Recently I read an article by TAP: Taxpayers Against Poverty. Below is the foreword to its publication: The Nicolson Report: The Poverty Scandal (16.02.2026):
Foreword
This report is written in the shadow — and the spirit — of late Rev Paul Nicolson*, the founder of Taxpayers Against Poverty.
Paul spent his life insisting on a simple, uncomfortable truth: that poverty in a wealthy country is not inevitable, and that allowing it to persist is a moral failure and an economic folly. He believed that public policy should be judged not by rhetoric or intent, but by its impact on the lives of the poorest. That conviction runs through every page of this report.
The Nicolson Report: The Poverty Scandal sets out the reality the UK now faces. Millions of people are living with unnecessary financial hardship. Families are pushed into insecurity not because resources are lacking, but because choices have been made — repeatedly — to tolerate a system that over-taxes work, under-taxes wealth, and under-invests in the public services and infrastructure that make prosperity possible.
This report is not about blame. It is about responsibility — and about evidence. Poverty benefits no one. It damages health, weakens productivity, increases pressure on public services and limits opportunity for the next generation. We all pay the price.
But the message of this report is also one of hope. Poverty is not inevitable. With a fairer and more modern tax system, and with sustained investment in education, health, social care and infrastructure, hardship can be reduced and prosperity shared more widely. Wealth in this country has been built on shared foundations. Those foundations now need renewing.
This report calls for bold and determined leadership — grounded in evidence, focused on outcomes, and willing to challenge comfortable assumptions. Ending the poverty scandal is not an act of charity. It is one of the most important economic choices the UK can make.

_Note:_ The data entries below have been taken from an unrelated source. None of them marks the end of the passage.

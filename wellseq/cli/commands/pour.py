"""Pour one block of a published folder out at a fixed rate.

The folder is verified first; one with findings, or a draft, is not poured.  Samples go to standard
output, or to a new file with -o, a run at a time, however many there are.  The block's clock must
divide the rate.  Rows between two samples come late; how many and how late is said on standard
error.
"""

from __future__ import annotations

import argparse
import sys

from wellseq.cli import status
from wellseq.cli.common import UsageError, complain, status_of
from wellseq.cli.members import TYPE_CHECKING, names_in

if TYPE_CHECKING:
    from collections.abc import Iterator
    from fractions import Fraction

    from wellseq.emit.expand import Poured
    from wellseq.reread.folder import Reading

EXAMPLE = "wellseq pour evening-tables --block 2 --rate '100 kHz' --form npy -o bunch.npy"


def add_arguments(parser: argparse.ArgumentParser) -> None:
    """FOLDER, --block, --rate or --every, --form, --only, -o FILE."""
    parser.add_argument("folder", metavar="FOLDER", help="a folder made by build")
    parser.add_argument("--block", type=int, default=1, metavar="N", help="which block, from 1 (1)")
    pace = parser.add_mutually_exclusive_group(required=True)
    pace.add_argument("--rate", metavar="HZ", help="samples per second, for example '100 kHz'")
    pace.add_argument("--every", metavar="TIME", help="from sample to sample, for example '10 us'")
    parser.add_argument(
        "--form", choices=names_in("emit", "pour"), default="csv", help="of the samples (csv)"
    )
    parser.add_argument(
        "--only", metavar="NAME,…", help="these outputs and lines, in this order, and no others"
    )
    parser.add_argument("-o", "--output", metavar="FILE", help="a new file, else standard output")


def run(arguments: argparse.Namespace) -> int:
    """Verify, then pour; returns the exit status."""
    from pathlib import Path

    from wellseq.emit.single import CannotPublish, write_whole
    from wellseq.pipeline import examine

    every_s = _every_s(arguments)
    if arguments.output is None and arguments.form != "csv" and sys.stdout.isatty():
        raise UsageError(f"{arguments.form} is not for a terminal: name a file with -o, or pipe it")
    reading = examine(arguments.folder)
    if reading.meaning is None:
        return _refuse(arguments.folder, reading)
    chosen = _chosen(reading, every_s, arguments)
    try:
        pieces = _pieces(chosen, arguments.form)
        if arguments.output is None:
            for piece in pieces:
                sys.stdout.buffer.write(piece)
            sys.stdout.buffer.flush()
        else:
            write_whole(Path(arguments.output), pieces)
    except CannotPublish as why:
        complain(str(why))
        return status.NO_OUTPUT
    _tell(arguments.output or "standard output", chosen, arguments.form)
    return status.CLEAR


def _every_s(arguments: argparse.Namespace) -> Fraction:
    from wellseq.base.quantity import QuantityError, read_quantity

    text, unit = (arguments.rate, "Hz") if arguments.rate else (arguments.every, "s")
    try:
        value = read_quantity(text, unit)
    except QuantityError as why:
        raise UsageError(f"{why}; {why.hint}" if why.hint else str(why)) from why
    if value <= 0:
        raise UsageError(f"'{text}' is not above zero")
    return 1 / value if arguments.rate else value


def _refuse(folder: str, reading: Reading) -> int:
    from wellseq.emit.examined import Examined
    from wellseq.reread.folder import CHECKS

    for finding in reading.findings:
        complain(f"{finding.place}: {finding.message} [{finding.name}]")
    complain(f"{folder} does not verify; nothing was poured")
    return status_of(Examined(folder, reading.findings, CHECKS))


def _chosen(reading: Reading, every_s: Fraction, arguments: argparse.Namespace) -> Poured:
    """The block with the columns asked for."""
    from dataclasses import replace

    from wellseq.base.names import nearest
    from wellseq.pipeline import poured

    try:
        whole = poured(reading, arguments.block, every_s)
    except ValueError as why:
        raise UsageError(str(why)) from why
    if arguments.only is None:
        return whole
    rows = whole.rows
    places = {column.name: at for at, column in enumerate(rows.columns)}
    names = [name.strip() for name in arguments.only.split(",")]
    for name in names:
        if name not in places:
            raise UsageError(f"'{name}' is no output or line; {nearest(name, places)}")
    if len(set(names)) != len(names):
        raise UsageError("--only names something twice")
    order = [places[name] for name in names]
    kept = replace(
        rows,
        columns=tuple(rows.columns[at] for at in order),
        numbers=tuple(rows.numbers[at] for at in order),
    )
    return replace(whole, rows=kept)


def _pieces(chosen: Poured, form: str) -> Iterator[bytes]:
    from importlib import import_module

    from wellseq.emit.single import CannotPublish

    module = import_module(f"wellseq.emit.pour.{form}")
    needed = module.missing() if hasattr(module, "missing") else ""
    if needed:
        raise CannotPublish(needed)
    pieces: Iterator[bytes] = module.write(chosen)
    return pieces


def _tell(where: str, chosen: Poured, form: str) -> None:
    """What the samples are, and what the rate does to the rows, on standard error."""
    columns = ", ".join(column.name for column in chosen.rows.columns)
    kind = f" of {chosen.dtype.lstrip('<')}, little-endian" if form in ("raw", "npy") else ""
    sys.stderr.write(
        f"{where}: {chosen.count} samples, one every {float(chosen.every_s):.9g} s, "
        f"{len(chosen.rows.columns)} columns{kind}: {columns}\n"
    )
    between, late_s = chosen.late()
    if between:
        sys.stderr.write(
            f"{between} of {len(chosen.rows.ticks)} rows lie between two samples and come late, "
            f"by up to {float(late_s):.3g} s\n"
        )
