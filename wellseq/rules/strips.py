"""A breach → what the signals of its rule were: their values then, and a strip of time around it.

A strip cuts the time around the breach into cells; a cell is `#` where the atom is true throughout,
`.` where it is not true at all, `+` where it changes within the cell, `?` where it is not sure.
"""

from __future__ import annotations

import math
from collections.abc import Iterator
from itertools import pairwise

from wellseq.model import rulebook as book
from wellseq.rules import cuts
from wellseq.rules.reading import Reading
from wellseq.rules.rulings import Row, Shown, Strip
from wellseq.rules.sentences import Breach

CELLS = 48
ROWS_MAX = 8
ALIKE_MAX = 3
ROOM = 1.5
"""A strip reaches this many times as far as the nearest change on either side."""


def shown(sentence: book.Sentence, reading: Reading, breach: Breach) -> tuple[Shown, ...]:
    """What every atom was when the breach began; of many alike the true ones, or the first."""
    # The instant itself, or what comes at once after it where the breach begins after it.
    cut = breach.start if breach.start < breach.end else breach.start - 1
    groups: dict[object, list[Shown]] = {}
    for atom in _atoms(sentence):
        groups.setdefault(_kind(atom), []).append(_at(atom, reading, breach.start >> 1, cut))
    found: list[Shown] = []
    for alike in groups.values():
        telling = [one for one in alike if one.true is not False]
        found += alike if len(alike) <= ALIKE_MAX else telling or alike[:1]
    return tuple(found)


def _kind(atom: book.Atom) -> object:
    """What atoms about several electrodes have in common."""
    if isinstance(atom, book.Comparison):
        return type(atom.quantity), atom.relation, atom.low, atom.high
    return atom


def _at(atom: book.Atom, reading: Reading, time: int, cut: int) -> Shown:
    surely, perhaps = reading.atom(atom)
    true: bool | None = cuts.touches(surely, cut, cut + 1)
    if not true and cuts.touches(perhaps, cut, cut + 1):
        true = None
    low, high = _value(atom, reading, time)
    unit = atom.unit if isinstance(atom, book.Comparison) else ""
    return Shown(atom.text, true, low, high, unit)


def strip(sentence: book.Sentence, reading: Reading, breach: Breach) -> Strip:
    """The strip around a breach, with a last row that marks the breach itself."""
    atoms = _atoms(sentence)[:ROWS_MAX]
    start, end = breach.start >> 1, breach.end >> 1
    room = _room(atoms, reading, start, end)
    first, last = start - room, end + room
    edges = [first + (last - first) * cell // CELLS for cell in range(CELLS + 1)]
    rows = [Row(atom.text, _cells(*reading.atom(atom), edges)) for atom in atoms]
    span = breach.start, max(breach.end, breach.start + 1)
    marks = "".join(
        "^" if cuts.touches(span, 2 * one, max(2 * other, 2 * one + 1)) else " "
        for one, other in pairwise(edges)
    )
    seconds = reading.axis.seconds
    return Strip(
        (*rows, Row("broken" if breach.sure else "perhaps broken", marks)),
        float(seconds(first - start)),
        float(seconds(last - start)),
    )


def _atoms(sentence: book.Sentence) -> tuple[book.Atom, ...]:
    """The atoms of a sentence, each once, in the order written."""
    conditions = book.conditions_of(sentence)
    found = {atom.text: atom for one in conditions for atom in book.atoms_in(one)}
    return tuple(found.values())


def _room(atoms: tuple[book.Atom, ...], reading: Reading, start: int, end: int) -> int:
    """How far a strip reaches on either side: beyond the nearest changes, and a bit at least."""
    nearest = 0
    for atom in atoms:
        surely, _ = reading.atom(atom)
        times = [cut >> 1 for cut in surely if reading.run.low <= cut <= reading.run.high]
        sides = [start - time for time in times if time <= start]
        sides += [time - end for time in times if time >= end]
        nearest = max(nearest, min((one for one in sides if one > 0), default=0))
    least = max((end - start) // 2, reading.axis.per_s // 1_000_000)
    return max(int(nearest * ROOM), least)


def _cells(surely: cuts.Cuts, perhaps: cuts.Cuts, edges: list[int]) -> str:
    return "".join(_cell(surely, perhaps, 2 * one, 2 * other) for one, other in _pairs(edges))


def _cell(surely: cuts.Cuts, perhaps: cuts.Cuts, start: int, end: int) -> str:
    if cuts.covers(surely, start, end):
        return "#"
    if not cuts.touches(perhaps, start, end):
        return "."
    return "+" if cuts.within(surely, start, end) == cuts.within(perhaps, start, end) else "?"


def _pairs(edges: list[int]) -> Iterator[tuple[int, int]]:
    for one, other in pairwise(edges):
        yield one, max(other, one + 1)


def _value(atom: book.Atom, reading: Reading, time: int) -> tuple[float, float]:
    """The interval of a comparison's quantity at an instant; NaN for what has no value."""
    if not isinstance(atom, book.Comparison):
        return math.nan, math.nan
    run = reading.run
    stretch, at = reading.axis.where(run, time)
    number = reading.axis.stretches.index(stretch)
    quantity = atom.quantity
    if not isinstance(quantity, book.OfClouds):
        return reading.signals.course(quantity)[number].at(at)
    known = [
        (one.low, one.high)
        for one in reading.signals.crowds.of(quantity)
        if one.stretch == number and one.start <= at <= one.end and one.known
    ]
    return max(known, key=lambda one: one[1], default=(math.nan, math.nan))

To readers of this report — policymakers, campaigners, taxpayers and citizens — the call to action is simple: do not accept poverty as inevitable. Question policies that deepen hardship. Demand fairness in how we raise and use public money. Support solutions that prevent poverty rather than manage its consequences.
Paul Nicolson believed that change begins when people refuse to look away.
This report asks you to do the same.
Tom Burgess
CEO, Taxpayers Against Poverty
I commend the report for your attention and note that many of the points it makes are ones discussed at length in this blog. Taken with the huge amount of information in the reports published by The Joseph Rowntree Foundation and the anti-poverty campaign of The Big Issue led by John Bird (co-founder with Gordon Roddick) there is a solid body of evidence and a determination to progress campaigning to make systemic change to the policies that cause and sustain poverty.
Sadly we live in a society that, to echo the words of John Kenneth Galbraith, has the means but lacks the will to tackle poverty issues. It is a matter of political choice. As a follower of the teaching attributed to Jesus I am of the opinion that campaigning against the underlying causes of poverty should be an imperative for churches. Policy makers must be challenged in robust terms. We need to go beyond providing palliatives and mitigation to the plight of those in poverty or destitution. We should demand radical change. Shades of Jurgen Moltmann and Gustavo Gutierrez!